Copy each line of the data that has "import" in it.

Collection entries
# # # # # # #

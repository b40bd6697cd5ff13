"""The built-in margin losses' first and second derivatives written out, checked against autograd before use.

The exact solvers need ``f(x)``, ``f'(x)`` and ``f''(x)`` of a margin loss on every pair of a prompt (a
(K, K) grid: 132,496 values at K = 364) at every Newton iteration. Autograd's double backward through the
loss costs several passes over the grid; each built-in's derivatives are one or two elementwise formulas
(written beside each member in :mod:`polopt.losses.margin`, from the papers it cites):

- logistic ``log(1 + e^-x)``: ``-sigma(-x)``, ``sigma(x) sigma(-x)`` (Rafailov et al. 2023), and ``-1``, ``0``
  below x = -20, where the member (torch's ``softplus``, linear above its threshold 20) is ``-x``;
- squared ``(x - 1)^2``: ``2 (x - 1)``, ``2`` (Azar et al. 2023);
- exponential ``e^-x`` (continued along its tangent below x = -50): ``-e^-x``, ``e^-x`` (Tang et al. 2024);
- savage ``s^2`` with ``s = sigma(-x)``: ``-2 s^2 (1 - s)``, ``2 s^2 (1 - s) (2 - 3 s)`` (Masnadi-Shirazi and
  Vasconcelos 2008);
- huber around 1 (``u = x - 1``): ``u^2``, ``2u``, ``2`` where ``|u| < delta``, else ``2 delta |u| - delta^2``,
  ``2 delta sign u``, ``0`` (Huber 1964; at ``|u| = delta`` the linear branch, as torch's ``huber_loss``);
- truncated quadratic ``max(0, 1 - x)^2``: ``-2 max(0, 1 - x)``, ``2 [x < 1]`` (Tang et al. 2024; at x = 1
  the flat branch, as autograd through ``relu``).

:func:`checked_form` hands a solver the written-out form only after it reproduces autograd's values, first
and second derivatives (:func:`toy_tasks.exact.scores.elementwise_derivatives`) at :data:`PROBES` (relative
agreement :data:`AGREEMENT`), so a member whose definition changes falls back to autograd instead of
giving a wrong optimum; any other loss (a user's, or a member with parameters the form does not take)
keeps autograd.
"""

from __future__ import annotations

import math
from collections.abc import Callable

import torch

from polopt.losses import margin as members
from polopt.losses.margin import MarginLoss
from toy_tasks.exact.scores import elementwise_derivatives

Tensor = torch.Tensor
Derivatives = Callable[[Tensor], tuple[Tensor, Tensor, Tensor]]  # x -> f(x), f'(x), f''(x), each x's shape

SOFTPLUS_THRESHOLD = 20.0  # torch.nn.functional.softplus is linear above this input (its documented default)
AGREEMENT = 1e-12  # relative agreement with autograd before a written-out form is used
# scaled margins where the forms are compared: 0, both sides of every built-in's kinks and tails, and a grid
PROBES = torch.cat([torch.tensor([0.0, 1.0, -1.0, 0.5, 1.5, 2.0, -2.0, 49.9, -49.9, -50.1, -60.0, 60.0, 700.0,
                                  -700.0, 36.0, -36.0], dtype=torch.float64),
                    torch.linspace(-40.0, 40.0, 161, dtype=torch.float64) + 0.013])


def _logistic(x: Tensor) -> tuple[Tensor, Tensor, Tensor]:
    high, low = torch.sigmoid(x), torch.sigmoid(-x)  # sigma(x), 1 - sigma(x), each to full precision
    linear = -x > SOFTPLUS_THRESHOLD  # where torch's softplus, the member, returns its argument
    return members.logistic(x), torch.where(linear, -1.0, -low), torch.where(linear, 0.0, high * low)


def _squared(x: Tensor) -> tuple[Tensor, Tensor, Tensor]:
    return (x - 1.0) ** 2, 2.0 * (x - 1.0), torch.full_like(x, 2.0)


def _exponential(x: Tensor) -> tuple[Tensor, Tensor, Tensor]:
    if float(x.min()) >= -members._EXP_LINEAR_TAIL:  # no margin in the tail: the formulas alone
        e = torch.exp(-x)
        return e, -e, e.clone()
    inside = x >= -members._EXP_LINEAR_TAIL
    e = torch.exp(-x.clamp(min=-members._EXP_LINEAR_TAIL))  # e^-x, the tangent's slope below the tail
    value = torch.where(inside, e, math.exp(members._EXP_LINEAR_TAIL) * (1.0 - (x + members._EXP_LINEAR_TAIL)))
    return value, -e, torch.where(inside, e, 0.0)


def _savage(x: Tensor) -> tuple[Tensor, Tensor, Tensor]:
    s = torch.sigmoid(-x)
    square = s * s
    rest = torch.sigmoid(x)  # 1 - s, to full precision
    return square, -2.0 * square * rest, 2.0 * square * rest * (2.0 - 3.0 * s)


def _huber(x: Tensor, delta: float = 1.0) -> tuple[Tensor, Tensor, Tensor]:
    u = x - 1.0
    curved = (u.abs() < delta).to(x.dtype)  # 1 on the quadratic branch, 0 on the linear ones
    return members.huber(x, delta=delta), 2.0 * u.clamp(-delta, delta), curved.mul_(2.0)


def _truncated_quadratic(x: Tensor) -> tuple[Tensor, Tensor, Tensor]:
    gap = torch.relu(1.0 - x)
    return gap * gap, -2.0 * gap, (x < 1.0).to(x.dtype).mul_(2.0)


FORMS: dict[Callable[..., Tensor], Callable[..., tuple[Tensor, Tensor, Tensor]]] = {
    members.logistic: _logistic,
    members.squared: _squared,
    members.exponential: _exponential,
    members.savage: _savage,
    members.huber: _huber,
    members.truncated_quadratic: _truncated_quadratic,
}


def autograd_derivatives(loss: Callable[[Tensor], Tensor]) -> Derivatives:
    """f, f', f'' of any elementwise loss by autograd."""
    return lambda x: elementwise_derivatives(loss, x)


def written_out(loss: MarginLoss) -> Derivatives | None:
    """The built-in member's written-out derivatives with its parameters bound, else None (not checked)."""
    form = FORMS.get(getattr(loss, "fn", None))
    if form is None:
        return None
    params = dict(getattr(loss, "params", {}) or {})
    try:
        form(PROBES[:1], **params)
    except TypeError:  # a parameter the form does not take
        return None
    return lambda x: form(x, **params)


def agrees(derivatives: Derivatives, loss: Callable[[Tensor], Tensor]) -> bool:
    """Whether ``derivatives`` give autograd's f, f' and f'' of ``loss`` at :data:`PROBES`."""
    want = autograd_derivatives(loss)(PROBES)
    got = derivatives(PROBES)
    return all(a.shape == b.shape and bool(torch.all(torch.abs(a - b) <= AGREEMENT * (1.0 + a.abs())))
               for a, b in zip(want, got, strict=True))


def checked_form(loss: MarginLoss) -> Derivatives | None:
    """f, f', f'' of the margin loss f written out, where it is a built-in and they agree with autograd
    (:func:`agrees`); else None (the caller keeps autograd: :func:`autograd_derivatives`)."""
    form = written_out(loss)
    return form if form is not None and agrees(form, loss) else None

# # # # # # #

• Written solution:
from __future__ import annotations
import math
from collections.abc import Callable
import torch
from polopt.losses import margin as members
from polopt.losses.margin import MarginLoss
from toy_tasks.exact.scores import elementwise_derivatives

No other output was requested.